Après avoir modifié le xorg.conf en mode console et redémarré GDM, j’ai pu retrouver mon bureau sur un seul écran. Mais bon, plein le cul de ces conneries, il paraît que le projet Nouveau atteint un niveau de fiabilité correct même en 3D (malgré un développement entièrement fait par rétro-ingénierie, mutisme de Nvidia oblige), c’est peut-être le moment de les essayer.
Étape 1 : supprimer les pilotes Nvidia et installer la version expérimentale des pilotes Nouveau, avec le support de Gallium 3D.
Étape 2 : rebooter et regarder si ça marche.
Première chose : oui, ça marche. Compiz est content, j’ai bien de la 3D, youpi.
Deuxième chose : un seul programme n’est pas content, c’est Google Earth. Il me dit que là, niveau perfs, c’est vraiment pas terrible, et affiche genre cinq images par seconde, ce qu’en bon français on appelle “saccader comme un goret”. Précisons que j’ai pas de jeux 3D sur mon poste, je présume qu’eux aussi pourraient se plaindre des performances graphiques.
Troisième chose : pour le reste… tout va bien. Vraiment.
Au point que j’ai plusieurs bugs qui ont disparu, à commencer par les problèmes de Firefox : l’affichage de cette pub ne fait plus ralentir la machine ni saturer un cœur de processeur, et des petits problèmes avec la gestion de la transparence sur certains sites web (notamment Facebook et Sens Critique) ont également dégagé.

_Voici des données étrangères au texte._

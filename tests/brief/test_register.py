"""The register: read, added to without touching what is there, and what a source cites held against it."""

from __future__ import annotations

import datetime as dt
from dataclasses import replace
from pathlib import Path

import pytest
from hypothesis import given, settings
from hypothesis import strategies as st

from briefkit.brief.check import Level, findings
from briefkit.brief.register import (
    Controlled,
    Issued,
    Register,
    Turn,
    add_issued,
    citations,
    load_register,
    older,
    stale,
)
from briefkit.errors import BriefkitError, FaultyFile

TODAY = dt.date(2030, 6, 1)
ENTRY = Issued(
    "NB-2T-001", 0, "Retreating-blade stall", "vellmark-2t", "a" * 64, "b" * 64, dt.date(2030, 3, 20),
    dt.date(2030, 4, 1), dt.date(2032, 2, 29), ("OM-B rev 11",), (Turn("2,006 lb", 20.0, 10.0),),
)  # fmt: skip
DOCUMENTS = """
[[documents]]
name = "flight manual"
aircraft = "pelquill-2t"
revision = "4"

[[documents]]
name = "maintenance manual"
aircraft = "pelquill-2t"
revision = "rev 7"

[[documents]]
name = "OM-B"
revision = "11"

[[documents]]
name = "OM-C"
revision = "9"

[[documents]]
name = "OM-A"
revision = "12"
"""


def serious(folder: Path) -> list[tuple[str, str]]:
    found = [one for one in findings(folder, TODAY, page=False) if one.level is not Level.NOTE]
    return [(one.place.rpartition("/")[2], one.text) for one in found]


def registered(folder: Path, text: str) -> Path:
    (folder / "register.toml").write_text(text, encoding="utf-8")
    return folder / "vellmark-2t"


def test_an_operator_without_a_register_has_an_empty_one(tmp_path: Path) -> None:
    register = load_register(tmp_path)
    assert (register.documents, register.issued) == ((), ())


def test_what_is_added_is_read_back_and_nothing_else_changes(tmp_path: Path) -> None:
    path = tmp_path / "register.toml"
    before = "# The office keeps this\r\n\r\n" + DOCUMENTS.strip().replace("\n", "\r\n") + "   # current\r\n"
    path.write_bytes(before.encode())
    add_issued(path, ENTRY)
    second = replace(ENTRY, revision=1, title='Quotes " and \\ and Ü')
    add_issued(path, second)
    assert path.read_bytes().decode().startswith(before)
    register = load_register(path)
    assert register.issued == (ENTRY, second)
    assert register.before("NB-2T-001", 1) == ENTRY
    assert register.before("NB-2T-001", 0) is None
    assert len(register.documents) == 5


@pytest.mark.slow
@given(
    title=st.text(st.characters(blacklist_categories=("Cs", "Cc")), min_size=1).filter(str.strip),
    masses=st.lists(st.sampled_from(["2,006 lb", "910 kg"]), max_size=3),
)
@settings(max_examples=60, deadline=None)
def test_any_title_comes_back(tmp_path_factory: pytest.TempPathFactory, title: str, masses: list[str]) -> None:
    path = tmp_path_factory.mktemp("register") / "register.toml"
    entry = replace(ENTRY, title=title, turns=tuple(Turn(mass, 25.0, 7.5) for mass in masses))
    add_issued(path, entry)
    assert load_register(path).issued == (entry,)


def test_a_register_with_a_slip_is_never_added_to(tmp_path: Path) -> None:
    path = tmp_path / "register.toml"
    for text in ("issued = 3\n", "[issued]\nx = 1\n", 'a = """\n'):
        path.write_text(text)
        with pytest.raises(BriefkitError, match="cannot be added"):
            add_issued(path, ENTRY)
        assert path.read_text() == text


@pytest.mark.parametrize(
    ("text", "words"),
    [
        ('[[documents]]\nname = "OM-B"\n', "the key revision is needed"),
        ('[[documents]]\nname = "OM-B"\nrevison = "1"\n', "did you mean revision"),
        ('[[documents]]\nname = "OM-B"\nrevision = 11\n', "text between quotes"),
        ('[[documents]]\nname = "OM-B"\nrevision = "1"\nreview = "soon"\n', "a date without quotes"),
        ('[[issued]]\nnumber = "X"\n', "the key page is needed"),
    ],
)
def test_slips_in_the_register_are_faults_and_block(complete: Path, text: str, words: str) -> None:
    folder = registered(complete, text)
    with pytest.raises(FaultyFile, match=words):
        load_register(complete)
    assert any(place.startswith("register.toml") for place, _ in serious(folder))


CASES = [
    ("flight manual 2-4 rev 4", [("flight manual", "4")]),
    ("Flight Manual 2-4, revision 4", [("flight manual", "4")]),
    ("worked back from torque, flight manual 5-8 rev 4", [("flight manual", "4")]),
    ("OM-B rev 11; OM-C rev 9", [("OM-B", "11"), ("OM-C", "9")]),
    ("OM-B; OM-C rev 9", [("OM-B", ""), ("OM-C", "9")]),
    ("OM-B 2.3, OM-C 4.2 rev 9", [("OM-B", ""), ("OM-C", "9")]),
    ("OM-BX rev 3", []),
    ("flight manual supplement 3 rev 2", [("flight manual supplement", "2")]),
    ("measured at 0.75 R, work order 2231", []),
]


@pytest.mark.parametrize(("source", "expected"), CASES)
def test_what_a_source_cites(source: str, expected: list[tuple[str, str]]) -> None:
    names = ("flight manual", "flight manual supplement", "OM-B", "OM-C")
    register = Register(Path("register.toml"), tuple(Controlled(name, "1") for name in names))
    found = citations(register, "pelquill-2t", (("place", source),))
    assert [(one.document.name, one.revision) for one in found] == expected


def test_another_types_manual_is_not_meant() -> None:
    register = Register(Path("register.toml"), (Controlled("flight manual", "9", "ormbrae-3f"),))
    assert citations(register, "pelquill-2t", (("place", "flight manual 2-4 rev 4"),)) == []


@pytest.mark.parametrize(
    ("cited", "current", "is_stale", "is_older"),
    [
        ("4", "4", False, True), ("4", "rev 4", False, True), ("4", "5", True, True), ("5", "4", True, False),
        ("B", "b", False, True), ("B", "C", True, True), ("", "4", True, True), ("9", "10", True, True),
    ],
)  # fmt: skip
def test_stale_revisions(cited: str, current: str, is_stale: bool, is_older: bool) -> None:
    register = Register(Path("register.toml"), (Controlled("OM-B", current),))
    (found,) = citations(register, "x", (("place", f"OM-B 2.3 rev {cited}" if cited else "OM-B 2.3"),))
    assert stale(found) is is_stale
    if is_stale:
        assert older(found) is is_older


def test_current_sources_have_nothing_against_them(complete: Path, signing) -> None:
    """G14, the good case."""
    assert serious(signing(registered(complete, DOCUMENTS))) == []


@pytest.mark.slow
def test_a_revised_manual_blocks_every_number_from_it_and_names_the_briefs(complete: Path, signing) -> None:
    """G14: a source older than its registered current revision; and the signatures themselves still hold."""
    folder = signing(registered(complete, DOCUMENTS.replace('revision = "4"', 'revision = "5"')))
    found = serious(folder)
    assert found
    assert all("current is flight manual rev 5" in text for _, text in found)
    assert any("VNE power on" in place for place, _ in found)
    assert any("document.basis" in place for place, _ in found)
    over = [one for one in findings(complete, TODAY, page=False) if "touches" in one.text]
    assert [one.text for one in over] == [f"flight manual (pelquill-2t), now rev 5, touches {folder.name}"]


@pytest.mark.slow
def test_a_source_newer_than_the_register_or_without_a_revision_blocks(complete: Path, signing) -> None:
    folder = registered(complete, DOCUMENTS)
    signing.edit(complete / "aircraft" / "pelquill-2t.toml", ("flight manual 5-2 rev 4", "flight manual 5-2 rev 5"))
    signing.edit(complete / "aircraft" / "pelquill-2t.toml", ("flight manual 4-6 rev 4", "flight manual 4-6"))
    found = [text for _, text in serious(signing(folder))]
    assert any("registered is flight manual rev 4" in text for text in found)
    assert any("does not say which revision" in text for text in found)


@pytest.mark.slow
def test_a_document_past_its_review_blocks(complete: Path, signing) -> None:
    """G14: review date passed."""
    text = DOCUMENTS.replace('name = "OM-B"', 'name = "OM-B"\nreview = 2030-06-01')
    (found,) = serious(signing(registered(complete, text)))
    assert found == ("register.toml", "OM-B was due for review on 2030-06-01")
    assert serious(registered(complete, text.replace("2030-06-01", "2030-06-02"))) == []


@pytest.mark.slow
def test_an_issued_page_that_rests_on_a_revised_document_is_to_be_recalled(complete: Path) -> None:
    path = complete / "register.toml"
    path.write_text(DOCUMENTS.replace('revision = "11"', 'revision = "12"'), encoding="utf-8")
    add_issued(path, ENTRY)
    over = [one.text for one in findings(complete, TODAY, page=False) if "with the crews" in one.text]
    assert over == ["NB-2T-001 rev 0 is with the crews and rests on OM-B rev 11, revised since"]
    text = path.read_text(encoding="utf-8")
    path.write_text(text.replace("expires = 2032-02-29", "expires = 2032-02-29\nwithdrawn = 2030-05-01"))
    assert not [one for one in findings(complete, TODAY, page=False) if "with the crews" in one.text]


@pytest.mark.parametrize(
    ("basis", "text"),
    [
        ("basis = []", "no document this brief rests on"),
        ('basis = ["Flight manual"]', "'Flight manual' names no revision"),
    ],
)
def test_the_basis_documents_are_named_with_their_revision(complete: Path, signing, basis: str, text: str) -> None:
    path = complete / "vellmark-2t" / "brief.toml"
    whole = path.read_text(encoding="utf-8")
    start, end = whole.index("basis = ["), whole.index("[subject]")
    path.write_text(f"{whole[:start]}{basis}\n\n{whole[end:]}", encoding="utf-8")
    (found,) = serious(signing(path.parent))
    assert found[1] == text


def test_a_revision_that_names_no_section_is_noted(complete: Path) -> None:
    """Its page would carry no bar in the margin: a note, and nothing against release."""
    path = complete / "vellmark-2t" / "brief.toml"
    first = path.read_text(encoding="utf-8")
    path.write_text(first.replace("revision = 0", "revision = 1"), encoding="utf-8")
    said = "no section named for revision 1: no bar stands in the margin"
    (note,) = [one for one in findings(path, TODAY, page=False) if one.text == said]
    assert (note.level, note.place) == (Level.NOTE, "vellmark-2t/brief.toml: changes")
    named = first.replace("revision = 0", "revision = 1", 1).replace("revision = 0", 'sections = ["2"]\nrevision = 1')
    for text in (first, named, first.replace("revision = 0", "revision = 1", 1)):
        path.write_text(text, encoding="utf-8")
        assert not [one for one in findings(path, TODAY, page=False) if "margin" in one.text]
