@pytest.mark.parametrize("speed", [60.0, 70.0, 80.0, 88.0])
def test_words_of_an_end_keep_clear_of_the_condition(speed):
    figure = boundary(here=Here(6000.0, speed, "here")).figure
    ring = next(p for p in tree(figure).iter(f"{SVG}path") if p.get("class") == "stroke-ink fill-paper")
    across, down = (float(v) for v in ring.get("transform", "")[10:-1].split(","))
    for word in ("30° bank,", "chart ends"):
        x, y = place_of(figure, word)
        assert not (x - 75.0 < across < x + 75.0 and abs(y - down) < 12.0)


def test_an_update_changes_arrays_and_makes_no_new_marks():
    made = boundary()
    before = list(made.figure.marks)
    made.update(curves(manual=VNE + 2.0), None)
    assert made.figure.marks == before


def test_the_band_is_pale_above_vne_and_stops_where_the_calibration_does():
    made = boundary(curves(onset_lower=VNE - 5.0, onset_upper=NONE, ceiling=(118.0, "calibrated to 118 KIAS")))
    pale, full = made._pale[0], made._full[0]
    assert pale.fill_opacities[0] < 0.6
    assert full.fill_opacities[0] == 1.0
    assert pale.y.max() == 118.0
    assert (full.y <= np.interp(full.x, X, VNE) + 1e-9).all()
    assert (pale.y >= np.interp(pale.x, X, VNE) - 1e-9).all()
    assert {"calibrated to 118 KIAS", "faint above VNE"} <= set(words(made.figure))


def test_a_place_where_a_line_leaves_vne_is_marked_and_named():
    made = boundary(curves(parts=[[], [(3000.0, "30° bank\nparts at 3,000 ft")]]))
    assert (made._parts.x[0], made._parts.y[0]) == (3000.0, pytest.approx(np.interp(3000.0, X, VNE)))
    assert "parts at 3,000 ft" in words(made.figure)


def test_a_long_name_of_a_line_that_is_the_manuals_takes_two_rows():
    made = BoundaryFigure(x_words="bank, °", speed_words="KIAS", turns=1)
    made.update(curves(turns=[("equivalent VNE", VNE)]))
    assert {"and equivalent", "VNE"} <= set(words(made.figure))


def test_the_same_curves_are_not_sent_again():
    made, shown = boundary(), curves()
    made.update(shown, Here(5000.0, 80.0, "here"))
    sent = []
    made._manual.marks[0].observe(lambda change: sent.append(change), "y")
    made.update(shown, Here(5500.0, 81.0, "here"))
    assert sent == []
    assert made._here.x[0] == 5500.0
    made.update(curves(manual=VNE + 2.0), None)
    assert sent


def test_a_figure_without_any_vne_is_refused():
    with pytest.raises(ValueError, match="no value anywhere"):
        boundary(curves(manual=NONE))


def test_banks_that_could_not_be_told_apart_are_refused():
    with pytest.raises(ValueError, match="told apart"):
        BoundaryFigure(x_words="", speed_words="", turns=5)
    with pytest.raises(ValueError, match="2 computed lines, not 1"):
        boundary(curves(turns=[("level flight", VNE)]))


# --- chart and stairs ---

# The invented 2T's chart (do not use for flight).
CELLS = np.array(
    [
        [112, 112, 112, 108],
        [112, 112, 107, 99],
        [112, 106, 97, 89],
        [105, 96, 88, 80],
        [95, 87, 79, 70],
        [86, 77, 69, 61],
    ],
    dtype=float,
)
COLUMNS = ["−20 °C", "0 °C", "+20 °C", "+40 °C"]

Autre bug chiant : je ne pouvais pas ouvrir deux sessions simultanément sur mon poste. En fait, je pouvais, mais un bug graphique me ruinait l’affichage lorsque je revenais sur la première session ouverte. Du coup, je fermais la session à chaque fois que je voulais changer d’utilisateur. Maintenant, le switch marche sans bug et je retrouve le caractère multi-utilisateurs OS Unix.
Ah, et bien sûr les outils de configuration compatibles RandR reconnaissent maintenant parfaitement les écrans connectés, ce qui devrait m’épargner les soucis d’écran fantôme en déplacement…
Au final, si je fais le bilan, les pilotes propriétaires Nvidia n’ont qu’un avantage : les performances. Pour le reste (compatibilité, bugs, multi-sessions), Nouveau les écrase.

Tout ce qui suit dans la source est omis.